Lesson 3: "The great thing about standards is that there are so many from which to choose" -- unknown

Until recently, the method for exchanging metabolic flux models has been a hodgepodge of spreadsheets, flatfiles, and binary images. It was impossible to recover the information about how a model was developed from this data, and in many cases, the semantic interpretation of the model was open to question. Interoperability consisted of writing converters between different kinds of metabolic analysis tools, each of which expected a different format. To address these issues, we adopted the Systems Biology Markup Language (SBML) to standardize the representation of our models. By consolidating our tool set around a standard, we could focus on simulations rather than data manipulations. Furthermore, by using BioPAX metadata to annotate SBML, each metabolic pathway can be traced back to the database from which it came.

Lesson 4: "Six weeks in the laboratory can save you six minutes at the computer" --Tom Knight

Of course, the only result these efforts accomplished was to shift the rate limiting step back to the generation of experimental data. At a recent Genome annotation meeting in Washington D.C., Peter Karp showed nearly 40% of the known biochemical reactions have orphaned enzymes. Even for E. coli, over one hundred enzymes responsible for catalyzing known biochemical reactions have an unknown sequence. This finding exposes the fragile state of the underlying genomic infrastructure. It is simply not true that we have the "part catalog" of many organisms in hand when nearly 40% of known biochemical function space is inaccessible to sequence homology searches like BLAST. What is needed is a call to arms from the biochemistry labs. An all-hands-on-deck approach to fill the gaps in our knowledge. The goal is straightforward: to make it truly possible to generate complete and consistent models derived entirely from the genome. Attainment of such a goal will finally bridge the gap between functional genomics data and system models.

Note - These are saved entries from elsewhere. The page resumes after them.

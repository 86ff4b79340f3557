/** Published values of gas density, throttling and compression to compare with, each with its source. */

/**
 * Z = PV/(RT) at 25 degC: [component, bar, Z].
 * @source reference equations of state: hydrogen J. W. Leachman et al., J. Phys. Chem. Ref. Data 38 (2009) 721;
 *   nitrogen R. Span et al., J. Phys. Chem. Ref. Data 29 (2000) 1361; from memory
 */
export const compressibilities = [
  ['H2', 50, 1.0297],
  ['H2', 100, 1.0601],
  ['H2', 200, 1.1231],
  ['H2', 300, 1.1879],
  ['N2', 50, 0.9959],
  ['N2', 100, 1.0041],
  ['N2', 200, 1.0555],
  ['N2', 300, 1.1422],
] as const;

/**
 * Temperature change of throttling: [component, K, from bar, to bar, change in K].
 * @source reference equations of state, from memory; propane: J. M. Smith, H. C. Van Ness & M. M. Abbott,
 *   Introduction to Chemical Engineering Thermodynamics, Example 7.4 (385 K behind the valve, whole kelvins)
 */
export const throttling = [
  ['H2', 300, 200, 1, 7.18],
  ['H2', 150, 100, 1, -2.12],
  ['N2', 300, 200, 1, -30.81],
  ['N2', 273.15, 100, 1, -23.01],
  ['CH4', 300, 200, 1, -82.49],
  ['CO2', 300, 50, 1, -75.25],
  ['C3H8', 400, 20, 1, -15],
] as const;

/**
 * Isentropic compression of air, 300 K, 100 to 900 kPa, k = 1.4, R = 0.287 kJ/(kg K): 263.2 kJ/kg.
 * @source Y. A. Cengel & M. A. Boles, Thermodynamics, Example 7-13
 */
export const airToNineBar = { inletK: 300, fromBar: 1, toBar: 9, workKJPerKg: 263.2 };

/**
 * Isentropic compression of 0.1 m3/s of air (counted at 273 K, 101.3 kPa) from 289 K, 101.3 to 380 kPa, k = 1.4: 17.2 kW.
 * @source J. M. Coulson, J. F. Richardson and others, Chemical Engineering vol. 1, Example 8.3
 */
export const airToFourBar = {
  inletK: 289,
  fromBar: 1.013,
  toBar: 3.8,
  flowMolPerS: (0.1 * 101_300) / (8.314 * 273),
  powerKW: 17.2,
};

/**
 * Saturated steam from 100 to 300 kPa, isentropic efficiency 75 %: 284.5 kJ/kg, 519.25 K.
 * @source J. M. Smith, H. C. Van Ness & M. M. Abbott, Introduction to Chemical Engineering Thermodynamics, Example 7.8
 */
export const steam = { fromBar: 1, toBar: 3, efficiency: 0.75, workKJPerKg: 284.5, outletK: 519.25 };

/**
 * Saturated ammonia vapour compressed without loss: [evaporating degC, condensing degC, from bar, to bar, kJ/kg,
 * discharge degC].
 * @source reference equation of state: K. Gao et al., J. Phys. Chem. Ref. Data 49 (2020); from memory
 */
export const ammoniaCompression = [
  [-33, 30, 1.029, 11.665, 370.5, 144.7],
  [-33, 35, 1.029, 13.5, 399.7, 158.1],
  [-33, 40, 1.029, 15.545, 428.7, 171.3],
  [-25, 30, 1.514, 11.665, 304.0, 122.5],
  [-25, 35, 1.514, 13.5, 331.4, 135.4],
  [-25, 40, 1.514, 15.545, 358.7, 148.2],
  [-20, 30, 1.9, 11.665, 266.3, 110.1],
  [-20, 35, 1.9, 13.5, 292.7, 122.8],
  [-20, 40, 1.9, 15.545, 319.0, 135.3],
  [-10, 30, 2.906, 11.665, 198.4, 88.3],
  [-10, 35, 2.906, 13.5, 223.0, 100.4],
  [-10, 40, 2.906, 15.545, 247.5, 112.4],
  [0, 30, 4.292, 11.665, 139.1, 69.8],
  [0, 35, 4.292, 13.5, 162.1, 81.4],
  [0, 40, 4.292, 15.545, 185.0, 92.9],
  [5, 30, 5.156, 11.665, 112.2, 61.7],
  [5, 35, 5.156, 13.5, 134.4, 73.0],
  [5, 40, 5.156, 15.545, 156.6, 84.3],
] as const;

/**
 * 3:1 hydrogen-nitrogen from 25 to 200 bar as ideal gas, each stage from 35 degC with isentropic efficiency 0.80, no
 * pressure lost in the coolers: [stages, kJ/kmol, discharge degC].
 * @source derived by us from NASA heat capacities (regression values, not published)
 */
export const synthesisGasCompression = [
  [1, 9085.6, 345.0],
  [2, 7754.2, 167.8],
  [3, 7365.8, 119.3],
  [4, 7180.7, 96.7],
] as const;

/**
 * Hydrogen dissolved in ammonia at 25 degC: [total pressure in atm, normal cm3 per g of ammonia].
 * @source R. Wiebe & T. H. Tremearne, J. Am. Chem. Soc. 56 (1934) 2357; from memory
 */
export const dissolvedHydrogen = [
  [50, 4.47],
  [100, 10.15],
  [200, 20.95],
  [400, 41.1],
] as const;
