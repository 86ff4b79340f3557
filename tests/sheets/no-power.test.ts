import { expect, test } from 'vitest';
import { renderers } from '../../src/sheets/renderers.ts';
import { textSheet } from '../../src/sheets/text.ts';
import { bookOf } from '../../src/sheets/workbook.ts';
import { closeShipped } from './closed.ts';

/** A page without its tags and the chances to break a name. */
async function pageWords(file: string): Promise<string> {
  const { result, flowsheet } = await closeShipped(file);
  const page = String(await renderers.get('.html')!.render(result, { flowsheet }));
  return page
    .replace(/<wbr>/g, '')
    .replace(/<[^>]*>/g, ' ')
    .replace(/\s+/g, ' ');
}

test('a loop without machines has no power on any sheet, not one of nought', async () => {
  const { result, flowsheet } = await closeShipped('conversion-loop.yaml');
  expect(textSheet(result)).toMatch(/ Power +none\n/);
  expect(textSheet(result)).not.toContain('kWh per t');
  const words = await pageWords('conversion-loop.yaml');
  for (const name of ['specific_power_kWh_t', 'power_kW.total']) expect(words).toContain(` ${name} none `);
  expect(bookOf(result, flowsheet).names.has('specific_power')).toBe(false);
});

test('a loop with machines has numbers', async () => {
  const { result, flowsheet } = await closeShipped('reference-loop.yaml');
  expect(textSheet(result)).toMatch(/ Specific power +\d/);
  expect(await pageWords('reference-loop.yaml')).toMatch(/ specific_power_kWh_t [\d.]+ kWh\/t /);
  expect(bookOf(result, flowsheet).names.has('specific_power')).toBe(true);
});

Lesson 5: "Above all, one must have a feeling for the organism" --Barbara McClintock

In the Introductory Systems Biology course I am co-developing for Harvard's Department of Molecular Cell Biology, we plan to show our students a movie of a neutrophil chasing a bacteria, eventually engulfing it. The goal of the course is to use modeling and simulation to understand the complex regulatory mechanisms involved in chemotaxis. By developing mathematical insights into the model, we will teach our students how to develop intuitions about what is necessary to model in detail and what is appropriate to abstract. More importantly, by systematically and rigorously testing the knowledge inferred by these models, we want them to gain a feeling for the organism.

Longer term career goals center around the representation, integration, modeling and simulation of biochemical pathways to elucidate the complex relationship between genotype and phenotype.